→ **SOURCE INFORMATION**:
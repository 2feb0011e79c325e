package org.riffle.log;

import java.nio.charset.Charset;
import java.util.Optional;
import java.util.OptionalDouble;

/**
 * How to read a log where sniffing alone cannot tell, or where the user overrides it. Every field is
 * optional: empty means "detect". Immutable; use the {@code with...} methods to derive a changed copy.
 *
 * @param delimiter field delimiter (',', ';', '\t', or ' ' for whitespace-aligned columns)
 * @param decimalComma true when numbers use a decimal comma
 * @param charset text encoding
 * @param dateOrder order of day and month in numeric dates when ambiguous
 * @param timeColumn name (or 1-based number as text) of the time column; "none" when there is none
 * @param sampleRateHz sample rate to use when there is no time column
 * @param sensitivity WAV only: engineering units per full scale (e.g. volts-per-unit folded in)
 * @param sensitivityUnit WAV only: the unit the sensitivity yields
 */
public record ReadOptions(Optional<Character> delimiter, Optional<Boolean> decimalComma,
                          Optional<Charset> charset, Optional<DateOrder> dateOrder,
                          Optional<String> timeColumn, OptionalDouble sampleRateHz,
                          OptionalDouble sensitivity, Optional<String> sensitivityUnit) {

    /** Day/month order in numeric dates. */
    public enum DateOrder {
        /** day before month, e.g. 03.04.2026 is 3 April. */
        DAY_FIRST,
        /** month before day, e.g. 03/04/2026 is 4 March. */
        MONTH_FIRST
    }

    /** Detect everything. */
    public static ReadOptions defaults() {
        return new ReadOptions(Optional.empty(), Optional.empty(), Optional.empty(), Optional.empty(),
                Optional.empty(), OptionalDouble.empty(), OptionalDouble.empty(), Optional.empty());
    }

    public ReadOptions withDelimiter(char d) {
        return new ReadOptions(Optional.of(d), decimalComma, charset, dateOrder, timeColumn, sampleRateHz,
                sensitivity, sensitivityUnit);
    }

    public ReadOptions withDecimalComma(boolean comma) {
        return new ReadOptions(delimiter, Optional.of(comma), charset, dateOrder, timeColumn, sampleRateHz,
                sensitivity, sensitivityUnit);
    }

    public ReadOptions withCharset(Charset cs) {
        return new ReadOptions(delimiter, decimalComma, Optional.of(cs), dateOrder, timeColumn, sampleRateHz,
                sensitivity, sensitivityUnit);
    }

    public ReadOptions withDateOrder(DateOrder order) {
        return new ReadOptions(delimiter, decimalComma, charset, Optional.of(order), timeColumn, sampleRateHz,
                sensitivity, sensitivityUnit);
    }

    public ReadOptions withTimeColumn(String column) {
        return new ReadOptions(delimiter, decimalComma, charset, dateOrder, Optional.of(column), sampleRateHz,
                sensitivity, sensitivityUnit);
    }

    public ReadOptions withSampleRate(double hz) {
        return new ReadOptions(delimiter, decimalComma, charset, dateOrder, timeColumn, OptionalDouble.of(hz),
                sensitivity, sensitivityUnit);
    }

    public ReadOptions withSensitivity(double perFullScale, String unit) {
        return new ReadOptions(delimiter, decimalComma, charset, dateOrder, timeColumn, sampleRateHz,
                OptionalDouble.of(perFullScale), Optional.of(unit));
    }
}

→ **TO DO**: In the records above, find each line that mentions the word "empty", and copy it.

→ **SOLVED EXERCISE**:
 * optional: empty means "detect". Immutable; use the {@code with...} methods to derive a changed copy.
        return new ReadOptions(Optional.empty(), Optional.empty(), Optional.empty(), Optional.empty(),
                Optional.empty(), OptionalDouble.empty(), OptionalDouble.empty(), Optional.empty());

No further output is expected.